DNB Carnegie, a part of DNB Bank ASA is acting as financial advisor to the Offeror and its affiliates in connection with the Mandatory Offer and the Compulsory Acquisition. Schjødt is acting as legal advisor.
Important notice
The Mandatory Offer and the distribution of this announcement and other information in connection with the Mandatory Offer may be restricted by law in certain jurisdictions. The Mandatory Offer and the Offer Document are not to be regarded as an offer, whether directly or indirectly, in jurisdictions where, pursuant to legislation and regulations in such relevant jurisdictions, presenting and/or accepting such an offer would be prohibited by applicable law, include Canada, Australia, South Korea, New Zealand, South Africa, Hong Kong, and Japan. Shareholders are referred to the Offer Document, when published, for a description of applicable restrictions. The Offeror and its affiliates do not assume any responsibility in the event there is a violation by any person of such restrictions. Persons into whose possession this announcement or such other information should come are required to inform themselves about and to observe any such restrictions.
Shareholders of the Company must rely upon their own examination of the Offer Document.

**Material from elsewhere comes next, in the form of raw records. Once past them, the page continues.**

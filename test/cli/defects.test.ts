import { describe, it, expect } from 'vitest';
import { cli } from './helpers';
import { EXIT_OK, EXIT_USAGE } from '../../src/cli/exit-codes';
import { shueMagnetopause } from '../../src/physics/field/magnetopause';

// Source of each expectation: the CLI contract (references §13: every usage error exits 2
// naming the flag at fault) and the fitted data range of Shue et al. (1997), references §3.
const T = ['--time', '2025-03-20T22:00:00Z'];

describe('command-line defects found by the careless-user test', () => {
  it('--pdyn 1e-15 fails at the flag check naming --pdyn, not inside the tail term', async () => {
    const r = await cli('field', '--gsm', '5,0,0', ...T, '--pdyn', '1e-15');
    expect(r.code).toBe(EXIT_USAGE);
    expect(r.err).toMatch(/--pdyn: expected a number in 0\.01\.\.10000 nPa, got 1e-15/);
    expect(r.err).not.toMatch(/innerRe|computation failed/);
    // The smallest allowed pressure computes.
    expect((await cli('field', '--gsm', '5,0,0', ...T, '--pdyn', '0.01')).code).toBe(EXIT_OK);
  });

  it('`trace --time --help` reports the missing value of --time instead of printing help', async () => {
    const r = await cli('trace', '--time', '--help');
    expect(r.code).toBe(EXIT_USAGE);
    expect(r.err).toMatch(/--time: expected a value <ISO 8601 UTC>, got the flag "--help"/);
    expect(r.out).toBe('');
    // Help where a flag may stand still works.
    const h = await cli('trace', '--lat', '5', '--help');
    expect(h.code).toBe(EXIT_OK);
    expect(h.out).toMatch(/^Usage: /);
  });

  it('`sweep --vary bz --from 5000` names --from (and --to likewise)', async () => {
    const r = await cli('sweep', ...T, '--vary', 'bz', '--from', '5000', '--to', '-5', '--steps', '2');
    expect(r.code).toBe(EXIT_USAGE);
    expect(r.err).toMatch(/--from: with --vary bz expected an IMF Bz in -1000\.\.1000 nT, got 5000/);
    const t = await cli('sweep', ...T, '--vary', 'pdyn', '--from', '1', '--to', '0.001', '--steps', '2');
    expect(t.code).toBe(EXIT_USAGE);
    expect(t.err).toMatch(/^fieldline-atlas sweep: --to: /);
  });

  it('`field --geo 60,10,0` gives no "below the reference sphere" warning for a ground point; a point under the ground is warned', async () => {
    // WGS84: at 60° latitude the ellipsoid radius is ~6,364 km, inside the 6,371.2 km reference sphere.
    for (const geo of ['60,10,0', '89,0,0', '-75,140,0.2']) {
      const r = await cli('field', '--geo', geo, ...T, '--dst', '0');
      expect(r.code).toBe(EXIT_OK);
      expect(r.err, geo).not.toMatch(/below/);
    }
    const under = await cli('field', '--geo', '60,10,-5', ...T, '--dst', '0');
    expect(under.err).toMatch(/5\.000 km below the ground/);
  });

  it('no pressure or Bz warning at the edges of the fitted range (0.5, 8.5 nPa; −18, 15 nT); a warning just outside', () => {
    for (const p of [0.5, 8.5]) expect(shueMagnetopause(p, 0).warnings, `Pdyn ${p}`).toEqual([]);
    for (const bz of [-18, 15]) expect(shueMagnetopause(2, bz).warnings, `Bz ${bz}`).toEqual([]);
    expect(shueMagnetopause(0.4999, 0).warnings.join()).toMatch(/0\.5\.\.8\.5 nPa/);
    expect(shueMagnetopause(8.5001, 0).warnings.join()).toMatch(/0\.5\.\.8\.5 nPa/);
  });
});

Once published, each shareholder should study the Offer Document carefully in order to be able to make an informed and balanced assessment of the Offer and the information that is discussed and described therein. Shareholders should not construe the contents of this announcement as legal, tax or accounting advice, or as information necessarily applicable to each shareholder. Each shareholder should seek independent advice from its own financial and legal advisors prior to making a decision to accept the Mandatory Offer.
This announcement is not intended to be and does not constitute or contain any investment recommendation as defined by Regulation (EU) No 596/2014 (as it forms part of the domestic law in the United Kingdom by virtue of the European Union (Withdrawal) Act 2018).
The Mandatory Offer relates to shares of a Norwegian company listed and trading on Oslo Børs and is subject to the legal provisions of the Securities Trading Act regarding the implementation and disclosure requirements for such an offer, which differ substantially from the corresponding legal provisions of other jurisdictions, including those of the United States. The Mandatory Offer is subject to disclosure and other procedural requirements, including with respect to the offer timetable, payment and settlement procedures, which are different from those which could be applicable under such rules, including under US domestic tender offer procedures and law.